三浦義澄の墓所は、近殿神社の近く薬王寺跡にいまだに残されているのである。
現在、寺跡には民家が立ち並んでしまったが、崖の下には今なお三浦義澄の墓標が大切に残されている。
薬王寺は、和田義盛が父である和田義宗と叔父である三浦義澄の霊を慰めるべく建暦2年(1212年)に建立され、江戸期には三浦札所4番として活動もしていたなど、それなりに権勢のある寺院だったようである。
だが、惜しむかな明治の廃仏毀釈により廃絶されてしまい、それまで残っていた薬師堂も破棄されて、昭和のころには見渡す限りの水田に変わっていたという事である。
本尊の薬師如来像は、今は満昌寺に移され、かつて裏山にあったやぐらからは板碑も発見されており、ともに満昌寺で保管されている。
三浦義澄は、かつて矢部の二郎とも言われたように、薬王寺のあった大矢部に館を構えていたともいわれ、この地に薬王寺を築いたのも偶然ではないのだろう。
三浦義澄主従の墓は、細い路地を入った奥に土壁に守られて残っており、一時期は心ない住宅開発業者に破壊されそうになりながら、こんにちまで長らえてきたという。
近殿神社の灯籠や、墓所の壁の瓦に至るまであらゆるものに三浦の三つ引き紋があしらわれ、まさに三浦一族ゆかりの地である事を如実に現しているのである。
墓所の中心に、四角い石を三重に積み上げた義澄の墓と伝えられる塔は、整った五輪塔ではないものの、どっしりとしたその姿は義明なきあとの三浦一族を盛り立てた義澄の偉大さを見るかのようで、いかにも力強い。

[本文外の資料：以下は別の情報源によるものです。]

//! The part-count goal: points per piece (a pair of pieces is two).

use super::term::{Scope, Term};
use crate::build::Piece;
use crate::spec::Spec;
use crate::vocab::{Goal, PartKind};

/// `part_count`: points per piece.
pub struct PartCount;

impl Term for PartCount {
    fn goal(&self) -> Goal {
        Goal::PartCount
    }
    fn scope(&self) -> Scope {
        Scope::Part
    }
    fn part_points(&self, spec: &Spec, _: PartKind, _: &Piece, b: Option<&Piece>, _: bool) -> f64 {
        let n = 1 + usize::from(b.is_some());
        spec.goals.weight(Goal::PartCount) * n as f64
    }
}
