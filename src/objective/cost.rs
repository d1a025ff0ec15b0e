//! The cost goal: points per unit of currency of the pieces taken from stock, where the
//! inventory gives a `unit_cost`.

use super::term::{Scope, Term};
use crate::build::Piece;
use crate::spec::Spec;
use crate::vocab::{Goal, PartKind};

/// `cost`: points per unit of currency.
pub struct Cost;

impl Term for Cost {
    fn goal(&self) -> Goal {
        Goal::Cost
    }
    fn scope(&self) -> Scope {
        Scope::Part
    }
    /// Locked parts are on the board already and cost nothing; a realisation with a piece of
    /// unknown cost counts no cost at all (as `Part::cost`).
    fn part_points(
        &self,
        spec: &Spec,
        _: PartKind,
        a: &Piece,
        b: Option<&Piece>,
        locked: bool,
    ) -> f64 {
        let cost = if locked {
            0.0
        } else {
            match (a.unit_cost, b.map(|b| b.unit_cost)) {
                (Some(x), None) => x,
                (Some(x), Some(Some(y))) => x + y,
                _ => 0.0,
            }
        };
        spec.goals.weight(Goal::Cost) * cost
    }
}
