//! The capacitance goal: points per decade of capacitance (log10 of C in pF) of each
//! capacitor piece — one decade smaller is one unit cheaper and smaller (common practice).

use super::term::{Scope, Term};
use crate::build::Piece;
use crate::spec::Spec;
use crate::vocab::{Goal, PartKind};

/// `capacitance`: points per decade of capacitance, summed over capacitor pieces.
pub struct Capacitance;

impl Term for Capacitance {
    fn goal(&self) -> Goal {
        Goal::Capacitance
    }
    fn scope(&self) -> Scope {
        Scope::Part
    }
    fn part_points(
        &self,
        spec: &Spec,
        kind: PartKind,
        a: &Piece,
        b: Option<&Piece>,
        _: bool,
    ) -> f64 {
        if kind != PartKind::Capacitor {
            return 0.0;
        }
        let decades = |p: &Piece| (p.value / 1e-12).log10().max(0.0);
        spec.goals.weight(Goal::Capacitance) * (decades(a) + b.map_or(0.0, decades))
    }
}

また、墓所の片隅には不揃いな石積みが残されているが、これらは三浦一族の郎党や従者たちの墓であり、合わせて合掌礼拝すべきであろう。
いま、薬王寺の山門があったであろう場所には「山門及び駒繋石」の碑が残されている。
このあたりが薬王寺の山門であったと推測され、そのわきにはアザ地蔵と呼ばれる石が置かれているのが見てとれるが、この石に左寄りによった縄をかけて願掛けするとアザがとれると信仰されていた興味深いものである。

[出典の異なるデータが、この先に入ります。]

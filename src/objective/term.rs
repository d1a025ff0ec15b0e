//! What a term of the objective is (`Term`, with its `Scope`) and the figures circuit terms
//! read (`Figures`, over plain values or intervals).

use crate::build::Piece;
use crate::interval::Iv;
use crate::spec::Spec;
use crate::vocab::{Goal, PartKind};

/// A circuit's coupling networks (a few; kept inline, no allocation per figure).
pub type Networks<T> = smallvec::SmallVec<[NetworkFigure<T>; 4]>;

/// One coupling network as the generic plan sees it: the resistance and capacitance of its
/// corner 1/(2πRC), and whether it is a plain first-order high-pass buffered from the rest
/// (then its loss at a frequency and its corner bound the whole response's from below).
#[derive(Debug, Clone, Copy, PartialEq)]
pub struct NetworkFigure<T> {
    /// The resistance the capacitor works against.
    pub resistance: T,
    /// The capacitance.
    pub capacitance: T,
    /// A plain buffered first-order high-pass (see above).
    pub plain: bool,
    /// The slot of its capacitor.
    pub cap_slot: usize,
    /// For a shelving network that is not plain (a gain leg: gain NG at mid-band, 1 at DC),
    /// its mid-band-to-DC gain ratio NG: its loss is 10·log10(NG²(1 + x²)/(NG² + x²)),
    /// x = 1/(2πfRC). `None` otherwise.
    pub shelf: Option<T>,
}

/// The scalar figures of a build that the objective's circuit terms and the generic search
/// plan's relaxed requirements read, over plain values (`f64`) or over intervals of values
/// (`Iv`, see [`crate::interval`]). A circuit computes both from one set of equations
/// written over [`crate::interval::Num`], so they agree to the last bit on plain values.
#[derive(Debug, Clone, PartialEq)]
pub struct Figures<T> {
    /// Mid-band (passband) gain from source EMF to load, signed, ideal op-amp.
    pub gain: T,
    /// Resistance the source sees at mid-band.
    pub input_resistance: T,
    /// The nominal output DC error the `offset` goal counts (≥ 0).
    pub offset: T,
    /// The output DC with the op-amp errors at their centre (`DcErrors::centre`, capacitors
    /// open): inside the range the worst case takes over the op-amp's error corners.
    pub dc_out: T,
    /// How far the op-amp's errors can move the output DC either way at worst case (0 in
    /// nominal mode): the output's DC range at every tolerance corner spans `dc_out ± dc_error`.
    pub dc_error: T,
    /// The current a bias network draws from the supply, where the circuit has one.
    pub bias_current: Option<T>,
    /// The coupling networks, in the order of `Circuit::networks`.
    pub networks: Networks<T>,
    /// |A_cm/A_d|, the inverse of the common-mode rejection at DC, for a stage with two
    /// inputs (`cmrr_min` reads it); `None` for one input.
    pub cm_ratio: Option<T>,
    /// For a two-input stage, the gain its common-mode rejection ties `gain` to: A₁, the
    /// inverting leg's gain, with A_d = A₁ + A_cm/2 (`circuit::difference`). The generic plan
    /// narrows the gain of every build that meets `cmrr_min` with it. `None` otherwise.
    pub matched_gain: Option<T>,
    /// Mid-band input-referred noise power density, V²/Hz: the resistors' thermal noise and
    /// the op-amp's e_n and i_n referred to the source EMF, capacitors shorted, ideal
    /// op-amp (what the `noise` goal counts, `objective::noise`).
    pub noise: T,
}

/// Where a term's points come from.
#[derive(Debug, Clone, Copy, PartialEq, Eq)]
pub enum Scope {
    /// Each part on its own (its pieces).
    Part,
    /// The build's distinct stock lines.
    Line,
    /// The circuit's figures ([`Figures`]).
    Circuit,
}

/// One term of the objective (lower is better). Only the methods of its [`Scope`] are asked.
pub trait Term: Sync {
    /// Its goal: the `[goals]` key and weight.
    fn goal(&self) -> Goal;
    /// Where its points come from.
    fn scope(&self) -> Scope;
    /// [`Scope::Part`]: the points of one part made of piece `a` (and `b` for a pair).
    /// Locked parts are on the board already: they cost nothing but still count as pieces.
    fn part_points(
        &self,
        _spec: &Spec,
        _kind: PartKind,
        _a: &Piece,
        _b: Option<&Piece>,
        _locked: bool,
    ) -> f64 {
        0.0
    }
    /// [`Scope::Line`]: the points of a build with `lines` distinct stock lines.
    fn line_points(&self, _spec: &Spec, _lines: usize) -> f64 {
        0.0
    }
    /// [`Scope::Circuit`]: the exact points of a build's figures.
    fn circuit_points(&self, _spec: &Spec, _figures: &Figures<f64>) -> f64 {
        0.0
    }
    /// [`Scope::Circuit`]: a lower bound of [`Term::circuit_points`] over every build whose
    /// figures lie in the intervals.
    fn circuit_bound(&self, _spec: &Spec, _figures: &Figures<Iv>) -> f64 {
        0.0
    }
}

いま、薬王寺跡の墓所の脇には詣でる人も途絶えつつある薬王寺の住職のものと思わしき卵形の墓がひっそりと並び、まるで武士や仏道の栄枯盛衰を物言わず語っているかのようである。
いま、誰もいない晩秋の墓所で、はるかなる御先祖様を偲び一人手を合わせる時、突如として大矢部の山々に翻る旗指物と、武者たちの鬨の声が聞こえて来るようで、ここにも時の流れの切なさをしみじみと感じるのである。